I grew up in New Orleans and it was bug hell. I got stung or bitten by one insect monster or another every day in summertime. But nests filling entire cars? Or giant nests being built in lakes? What the hell?

Here's an interesting article by Kevin Roderick (the journalist/author who runs the fine LA Observed site) about a horrid wave of yellow jackets (or "meat bees" as we sometimes call them on the West Coast) back in 1989. Seems a mild winter was to blame. Also, the Germans seem to be responsible:
Entomologists also put some of the blame for the invasion on a new, more aggressive species of wasp from northern Europe. The Germanica variety swarms in much bigger colonies than the native California yellow jackets. Instead of 150 to 300 workers capable of stinging, a nest of the German intruders can have 5,000 to 6,000. They also are more belligerent, say insect experts, although yellow jackets are not the most friendly airborne insects even on their best days.
I'm in Northern Nevada and the "meat bees" have been awful this year. Yet, they are not building the usual eaves nests, which are easy enough to knock down with a broom handle after dark.

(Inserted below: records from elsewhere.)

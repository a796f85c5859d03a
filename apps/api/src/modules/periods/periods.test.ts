import { afterAll, beforeAll, describe, expect, test } from 'vitest';
import { Decimal } from 'decimal.js';
import ExcelJS from 'exceljs';
import type { SalesSheet } from '@hidewright/contract';
import { makeReadyOrder } from '../../testing/ready-order.ts';
import { startTestShop } from '../../testing/test-shop.ts';
import { Invoice } from '../invoices/invoice.entity.ts';
import { Period } from './period.entity.ts';
import { Posting } from './posting.entity.ts';

type Shop = Awaited<ReturnType<typeof startTestShop>>;
let shop: Shop;

/** November has three invoices at two rates and without tax, and two payments; one more lies in October. */
beforeAll(async () => {
  shop = await startTestShop();
  const [low, high] = [await addRate('Low', '5'), await addRate('High', '8.25')];
  await issued('2026-10-31', low, {});
  const first = await issued('2026-11-01', low, {
    customerName: '=HYPERLINK("x")',
    title: '+1 coaster',
  });
  await issued('2026-11-15', high, { quantity: 333, priceEach: '0.0715', tooling: '0' });
  const last = await issued('2026-11-30', null, {
    priceEach: '1.015',
    title: 'Größe “é” <&> 牛革',
  });
  await pay(first, '100.10', '2026-11-20', '@note').expect(201);
  await pay(last, '50.00', '2026-11-30', '').expect(201);
});
afterAll(async () => {
  await shop.close();
});

const books = () => shop.as('bookkeeper');
const fresh = () => shop.context.orm.em.fork();

async function addRate(name: string, percent: string): Promise<number> {
  return (await books().post('/api/tax-rates').send({ name, percent }).expect(201)).body
    .id as number;
}

async function drafted(taxRateId: number | null, wanted: Parameters<typeof makeReadyOrder>[1]) {
  const order = await makeReadyOrder(shop.context, wanted);
  return (await books().post('/api/invoices').send({ orderId: order.id, taxRateId }).expect(201))
    .body as { id: number; version: number };
}

const issue = (draft: { id: number; version: number }, issuedOn: string) =>
  books()
    .post(`/api/invoices/${draft.id}/issue`)
    .set('If-Match', `"${draft.version}"`)
    .send({ issuedOn });

async function issued(
  issuedOn: string,
  taxRateId: number | null,
  wanted: Parameters<typeof makeReadyOrder>[1],
): Promise<number> {
  const draft = await drafted(taxRateId, wanted);
  await issue(draft, issuedOn).expect(200);
  return draft.id;
}

const pay = (id: number, amount: string, receivedOn: string, note: string) =>
  books().post(`/api/invoices/${id}/payments`).send({ amount, receivedOn, method: 'bank', note });

const readSheet = async (from: string, to: string) =>
  (await books().get('/api/sales-sheets').query({ from, to }).expect(200)).body as SalesSheet & {
    locks: unknown[];
  };

async function readBook(from: string, to: string): Promise<ExcelJS.Workbook> {
  const reply = await books()
    .get('/api/sales-sheets/file')
    .query({ from, to })
    .responseType('blob')
    .expect(200);
  expect(reply.headers['content-disposition']).toContain(`sales-sheet-${from}-to-${to}.xlsx`);
  const book = new ExcelJS.Workbook();
  await book.xlsx.load(reply.body as ExcelJS.Buffer);
  return book;
}

/** The rows below a sheet's head, each by its column's title. */
function rowsOf(book: ExcelJS.Workbook, name: string): Record<string, ExcelJS.CellValue>[] {
  const sheet = book.getWorksheet(name);
  if (sheet === undefined) throw new Error(`The workbook has no sheet ${name}`);
  const titles = (sheet.getRow(1).values as string[]).slice(1);
  const rows: Record<string, ExcelJS.CellValue>[] = [];
  sheet.eachRow((row, at) => {
    if (at > 1)
      rows.push(
        Object.fromEntries(titles.map((title, column) => [title, row.getCell(column + 1).value])),
      );
  });
  return rows;
}

const sum = (values: unknown[]) =>
  values.reduce<Decimal>((total, value) => total.plus(String(value)), new Decimal(0)).toFixed(2);

describe('the sales sheet of a period', () => {
  test('holds what was issued and paid on its days, and nothing else', async () => {
    const sheet = await readSheet('2026-11-01', '2026-11-30');
    expect(sheet.invoices.map((row) => row.issuedOn)).toEqual([
      '2026-11-01',
      '2026-11-15',
      '2026-11-30',
    ]);
    expect(sheet.totals).toEqual({
      invoices: 3,
      net: '715.31',
      tax: '27.21',
      total: '742.52',
      payments: 2,
      received: '150.10',
      taxes: [
        { percent: null, net: '186.50', tax: '0.00' },
        { percent: '5', net: '505.00', tax: '25.25' },
        { percent: '8.25', net: '23.81', tax: '1.96' },
      ],
    });
    expect(sheet.lines).toHaveLength(5);
    expect(sheet.locks).toEqual([]);
  });

  test('of a period without sales is all nought', async () => {
    const sheet = await readSheet('2026-01-01', '2026-01-31');
    expect(sheet.totals).toEqual({
      invoices: 0,
      net: '0.00',
      tax: '0.00',
      total: '0.00',
      payments: 0,
      received: '0.00',
      taxes: [],
    });
    const book = await readBook('2026-01-01', '2026-01-31');
    expect(rowsOf(book, 'Lines')).toEqual([]);
  });

  test('refuses days that are no days, in the wrong order, or more than a year', async () => {
    for (const [from, to, field] of [
      ['2026-11-31', '2026-12-01', 'from'],
      ['2026-11-30', '2026-11-29', 'to'],
      ['2025-01-01', '2026-11-30', 'to'],
      ['', '2026-11-30', 'from'],
    ]) {
      for (const path of ['sales-sheets', 'sales-sheets/file']) {
        const reply = await books().get(`/api/${path}`).query({ from, to }).expect(422);
        expect(reply.body.errors.map((error: { field: string }) => error.field)).toEqual([field]);
      }
    }
  });

  test('as a spreadsheet, recomputed from its line rows, agrees with the API to the cent', async () => {
    const { totals } = await readSheet('2026-11-01', '2026-11-30');
    const book = await readBook('2026-11-01', '2026-11-30');
    expect(book.worksheets.map((sheet) => sheet.name)).toEqual([
      'Invoices',
      'Lines',
      'Tax by rate',
      'Payments',
      'Totals',
    ]);
    const lines = rowsOf(book, 'Lines');
    expect(sum(lines.map((line) => line['Net']))).toBe(totals.net);
    const invoices = rowsOf(book, 'Invoices');
    expect(sum(invoices.map((row) => row['Net']))).toBe(totals.net);
    expect(sum(invoices.map((row) => row['Tax']))).toBe(totals.tax);
    expect(sum(invoices.map((row) => row['Total']))).toBe(totals.total);
    expect(taxFromLines(lines)).toBe(totals.tax);
    const taxes = rowsOf(book, 'Tax by rate');
    expect(sum(taxes.map((row) => row['Net']))).toBe(totals.net);
    expect(sum(taxes.map((row) => row['Tax']))).toBe(totals.tax);
    expect(sum(rowsOf(book, 'Payments').map((row) => row['Amount']))).toBe(totals.received);
    const [row] = rowsOf(book, 'Totals');
    expect(row).toMatchObject({
      Invoices: 3,
      Net: 715.31,
      Tax: 27.21,
      Total: 742.52,
      Payments: 2,
      Received: 150.1,
    });
  });

  test('[S28] types text as text, numbers as numbers with two decimals, days as days', async () => {
    const book = await readBook('2026-11-01', '2026-11-30');
    const [line] = rowsOf(book, 'Lines');
    const [invoice] = rowsOf(book, 'Invoices');
    expect(line?.['For']).toBe('+1 coaster');
    expect(invoice?.['Customer']).toBe('=HYPERLINK("x")');
    expect(rowsOf(book, 'Payments')[0]?.['Note']).toBe('@note');
    expect(rowsOf(book, 'Lines').map((row) => row['For'])).toContain('Größe “é” <&> 牛革');
    expect(invoice?.['Issued']).toEqual(new Date('2026-11-01T00:00:00Z'));
    const customer = book.getWorksheet('Invoices')?.getCell('D2');
    expect(customer?.type).toBe(ExcelJS.ValueType.String);
    const net = book.getWorksheet('Invoices')?.getCell('F2');
    expect([net?.type, net?.numFmt]).toEqual([ExcelJS.ValueType.Number, '#,##0.00']);
  });
});

/** EN 16931-1, BR-CO-17: once per invoice and rate, on the summed net, half up. */
function taxFromLines(lines: Record<string, ExcelJS.CellValue>[]): string {
  const nets = new Map<string, Decimal>();
  for (const line of lines) {
    const key = `${String(line['Invoice'])} ${String(line['Tax %'] ?? 0)}`;
    nets.set(key, (nets.get(key) ?? new Decimal(0)).plus(String(line['Net'])));
  }
  const taxes = [...nets].map(([key, net]) =>
    net
      .times(key.split(' ')[1] ?? '0')
      .dividedBy(100)
      .toDecimalPlaces(2, Decimal.ROUND_HALF_UP),
  );
  return sum(taxes);
}

describe('locking', () => {
  const lock = (fromDay: string, toDay: string) =>
    books().post('/api/periods').send({ fromDay, toDay });

  test('refuses a period that is not over, or is none', async () => {
    const open = await lock('2026-12-01', '2026-12-31').expect(422);
    expect(open.body.errors[0]).toMatchObject({ field: 'toDay', message: /not over/ });
    await lock('2026-11-30', '2026-11-01').expect(422);
    expect(await fresh().count(Period)).toBe(0);
  });

  test('refuses while papers and ledger disagree', async () => {
    const planted = await startTestShop();
    const order = await makeReadyOrder(planted.context);
    const owner = planted.as('owner');
    const draft = (
      await owner.post('/api/invoices').send({ orderId: order.id, taxRateId: null }).expect(201)
    ).body;
    await owner
      .post(`/api/invoices/${draft.id}/issue`)
      .set('If-Match', `"${draft.version}"`)
      .send({ issuedOn: '2026-11-05' })
      .expect(200);
    await planted.context.orm.em
      .getConnection()
      .execute(
        `INSERT INTO posting (entry, day, account, amount, invoice_id, at) VALUES (99, '2026-11-06', 'sales', -1, ${draft.id}, '')`,
      );
    const refused = await owner
      .post('/api/periods')
      .send({ fromDay: '2026-11-01', toDay: '2026-11-30' })
      .expect(409);
    expect(refused.body.detail).toMatch(/do not agree with the ledger/);
    await planted.close();
  });

  test('keeps the totals, and then refuses issuing and payment on its days', async () => {
    const { totals } = await readSheet('2026-11-01', '2026-11-30');
    const locked = await lock('2026-11-01', '2026-11-30').expect(201);
    expect(locked.body).toMatchObject({
      fromDay: '2026-11-01',
      toDay: '2026-11-30',
      totals,
      lockedBy: 'The bookkeeper',
    });
    const draft = await drafted(null, {});
    const refused = await issue(draft, '2026-11-30').expect(409);
    expect(refused.body.detail).toBe(
      '30 November 2026 lies in a locked period (1 November 2026 to 30 November 2026). Choose a day after it.',
    );
    const unpaid = await fresh().findOneOrFail(Invoice, { issuedOn: '2026-10-31' });
    const payment = await pay(unpaid.id, '1.00', '2026-11-01', '').expect(409);
    expect(payment.body.detail).toMatch(/locked period/);
    expect((await readSheet('2026-11-01', '2026-11-30')).totals).toEqual(totals);
    await issue(draft, '2026-12-01').expect(200);
    await pay(unpaid.id, '1.00', '2026-10-31', '').expect(201);
  });

  test('refuses days that are locked already', async () => {
    const refused = await lock('2026-11-30', '2026-12-01').expect(409);
    expect(refused.body.detail).toMatch(/1 November 2026 to 30 November 2026 is locked already/);
    await lock('2026-11-10', '2026-11-12').expect(409);
    await lock('2026-10-01', '2026-12-01').expect(409);
  });

  test('is listed, and shown with each sheet that it touches', async () => {
    const periods = await books().get('/api/periods').expect(200);
    expect(periods.body.items).toHaveLength(1);
    const sheet = await readSheet('2026-11-30', '2026-12-01');
    expect(sheet.locks).toHaveLength(1);
  });

  test('holds against SQL: no posting into it, no change of it', async () => {
    const posting = await fresh().findOneOrFail(Posting, { day: '2026-11-30', account: 'sales' });
    const connection = fresh().getConnection();
    const attempt = `INSERT INTO posting (entry, day, account, amount, at) VALUES (1, '2026-11-30', 'sales', 1, '')`;
    await expect(connection.execute(attempt)).rejects.toThrow(/the period is locked/);
    await expect(
      connection.execute(`DELETE FROM posting WHERE id = ${posting.id}`),
    ).rejects.toThrow(/append-only/);
    await expect(connection.execute(`UPDATE period SET to_day = '2026-11-01'`)).rejects.toThrow(
      /append-only/,
    );
    await expect(connection.execute('DELETE FROM period')).rejects.toThrow(/append-only/);
  });

  test('what is renamed later changes no sheet of it', async () => {
    const before = await readSheet('2026-11-01', '2026-11-30');
    await fresh().getConnection().execute(`UPDATE customer SET name = name || ' & Sons'`);
    const after = await readSheet('2026-11-01', '2026-11-30');
    expect(after).toEqual(before);
  });
});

They swarmed a leaking outdoor faucet for several weeks before I finally got a plumber to come out (my own efforts had failed), and now I can't help but wonder if there's a VW-sized nest somewhere on the edge of my property. Luckily, they've only been mean the past few weeks when we've tried to dine outdoors before the sun was down. (Here's a nice rundown from UC Davis.)
posted by kenlayne at 10:51 PM on August 25, 2006


wow, thanks for the last few links, kenlayne, I never heard that term "meat bees" - yikes! That must be what aubilenon was talking about earlier.